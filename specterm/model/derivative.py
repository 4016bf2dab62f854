"""The symbolic derivative of a term, exact formal algebra kept where a function jumps."""

from __future__ import annotations

from specterm.errors import SheetError
from specterm.model.compose import call, power, where
from specterm.model.elementary import FUNCTIONS
from specterm.model.scalar import ONE, Scalar
from specterm.model.slopes import slope_pairs
from specterm.model.term import NIL, UNIT, Term, add, constant, divide, linear, make, multiply, scaled, subtract
from specterm.model.walk import leaves_first

MOST_TERMS = 10_000


def derivative(root: Term) -> Term:
    """Return d root / dx. A jump gives an "edge": the formal derivative of the jumping function, without values.

    Raises SheetError when the result has more than 10,000 distinct parts.
    """
    slopes: dict[int, Term] = {}
    order = leaves_first(root)
    for term in order:
        slopes[term.digest] = _slope(term, tuple(slopes[a.digest] for a in term.args)) if term.varies else NIL
    if len(order) > MOST_TERMS:
        raise SheetError(
            f"a derivative in this operator has more than {MOST_TERMS} terms",
            mend="write the operator with fewer products of functions between the momenta",
        )
    return slopes[root.digest]


def _slope(term: Term, slopes: tuple[Term, ...]) -> Term:
    args, kind = term.args, term.kind
    if kind == "coordinate":
        return UNIT
    if kind == "sum":
        return linear(zip(term.data, slopes, strict=True))
    if kind == "product":
        return _product(args, slopes)
    if kind == "quotient":
        return _quotient(args[0], args[1], slopes[0], slopes[1])
    if kind == "power":
        lowered = power(args[0], constant(float(term.data - 1)))
        return scaled(Scalar(float(term.data)), multiply(lowered, slopes[0]))
    if kind == "raise":
        return _raise(args[0], args[1], slopes)
    if kind in ("real", "imaginary"):
        return make(kind, slopes, real=True) if slopes[0].varies else _constant_part(kind, slopes[0])
    if kind == "where":
        return _choice(term, slopes)
    if kind == "call" and not FUNCTIONS[term.data].jumps:
        return slope_pairs(term.data, args, slopes)
    if kind == "spline":
        slope = term.data.derivative()
        return edge(term) if slope is None else make("spline", (), slope, real=True)
    return edge(term)


def edge(term: Term) -> Term:
    """Return the formal derivative of a function that jumps, or the next one of a formal derivative."""
    if term.kind == "edge":
        return make("edge", term.args, term.data + 1, real=term.real)
    return make("edge", (term,), 1, real=term.real)


def _product(args: tuple[Term, ...], slopes: tuple[Term, ...]) -> Term:
    parts = [multiply(*args[:k], slope, *args[k + 1 :]) for k, slope in enumerate(slopes) if slope != NIL]
    return add(*parts)


def _quotient(top: Term, bottom: Term, top_slope: Term, bottom_slope: Term) -> Term:
    """Return top'/bottom - top bottom'/bottom^2, the second power kept apart from what may overflow."""
    falling = divide(multiply(top, bottom_slope), power(bottom, constant(2.0)))
    return subtract(divide(top_slope, bottom), falling)


def _raise(base: Term, exponent: Term, slopes: tuple[Term, ...]) -> Term:
    parts = []
    if slopes[0] != NIL:
        lowered = power(base, linear([(ONE, exponent), (-ONE, UNIT)]))
        parts.append(multiply(exponent, lowered, slopes[0]))
    if slopes[1] != NIL:
        parts.append(multiply(power(base, exponent), call("log", base), slopes[1]))
    return add(*parts)


def _constant_part(kind: str, term: Term) -> Term:
    value = complex(term.data.value)
    return constant(Scalar(value.real if kind == "real" else value.imag, term.data.slack))


def _choice(term: Term, slopes: tuple[Term, ...]) -> Term:
    """Return the slope of the branch taken, plus an edge unless the branches are seen to meet wherever the choice changes."""
    from specterm.model.places import branches_meet

    smooth = where(term.args[0], slopes[1], slopes[2])
    return smooth if branches_meet(term) else add(smooth, edge(term))
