"""Values by continuity at places where an expression reads 0/0, as sin(x)/x at 0."""

from __future__ import annotations

import numpy as np
from numpy.typing import NDArray

from specterm.model.arrays import Values
from specterm.model.rounding import rounding
from specterm.model.tape import compile_term
from specterm.model.term import Term

_FROM_ZERO = (1e-150, 1e-75, 1e-30, 1e-15, 1e-11, 1e-8, 1e-6)
_FROM_ELSEWHERE = (2.0**-50, 2.0**-44, 2.0**-38, 2.0**-32, 2.0**-26, 2.0**-20)
_AGREE = 1e-11


def limits(root: Term, x: NDArray[np.float64]) -> tuple[Values, NDArray[np.float64]]:
    """Return the values at x by continuity and a bound of their error; nan where both sides do not agree on one.

    Both sides are evaluated at several small distances and at twice each. The distance with the smallest sum of rounding bounds
    and differences between the four values counts, and only if that sum is below 1e-11 of the value.
    """
    tape = compile_term(root)
    best = np.full(x.shape, np.nan, dtype=float if root.real else complex)
    error = np.full(x.shape, np.inf)
    for at_zero, elsewhere in zip(_FROM_ZERO, (*_FROM_ELSEWHERE, 2.0**-16), strict=True):
        step = np.where(x == 0, at_zero, np.abs(x) * elsewhere)
        near = [np.broadcast_to(np.asarray(tape(x + s * step)), x.shape) for s in (-2, -1, 1, 2)]
        with np.errstate(all="ignore"):
            middle = (near[1] + near[2]) / 2
            spread = sum(np.abs(value - middle) for value in near)
            doubt = spread + rounding(root, x + step) + rounding(root, x - step)
            better = (doubt < error) & (doubt <= _AGREE * np.abs(middle))
        best = np.where(better, middle, best)
        error = np.where(better, doubt, error)
    return best, np.where(np.isnan(best), np.nan, error)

•••

Only the lines from the beginning of the material through the line with "lowered = power(args[0], constant(float(term.data" should appear in the answer, each copied exactly.

filename specterm/model/derivative.py
repository 4016bf2dab62f854
"""The symbolic derivative of a term, exact formal algebra kept where a function jumps."""

from __future__ import annotations

from specterm.errors import SheetError
from specterm.model.compose import call, power, where
from specterm.model.elementary import FUNCTIONS
from specterm.model.scalar import ONE, Scalar
from specterm.model.slopes import slope_pairs
from specterm.model.term import NIL, UNIT, Term, add, constant, divide, linear, make, multiply, scaled, subtract
from specterm.model.walk import leaves_first

MOST_TERMS = 10_000


def derivative(root: Term) -> Term:
    """Return d root / dx. A jump gives an "edge": the formal derivative of the jumping function, without values.

    Raises SheetError when the result has more than 10,000 distinct parts.
    """
    slopes: dict[int, Term] = {}
    order = leaves_first(root)
    for term in order:
        slopes[term.digest] = _slope(term, tuple(slopes[a.digest] for a in term.args)) if term.varies else NIL
    if len(order) > MOST_TERMS:
        raise SheetError(
            f"a derivative in this operator has more than {MOST_TERMS} terms",
            mend="write the operator with fewer products of functions between the momenta",
        )
    return slopes[root.digest]


def _slope(term: Term, slopes: tuple[Term, ...]) -> Term:
    args, kind = term.args, term.kind
    if kind == "coordinate":
        return UNIT
    if kind == "sum":
        return linear(zip(term.data, slopes, strict=True))
    if kind == "product":
        return _product(args, slopes)
    if kind == "quotient":
        return _quotient(args[0], args[1], slopes[0], slopes[1])
    if kind == "power":
        lowered = power(args[0], constant(float(term.data - 1)))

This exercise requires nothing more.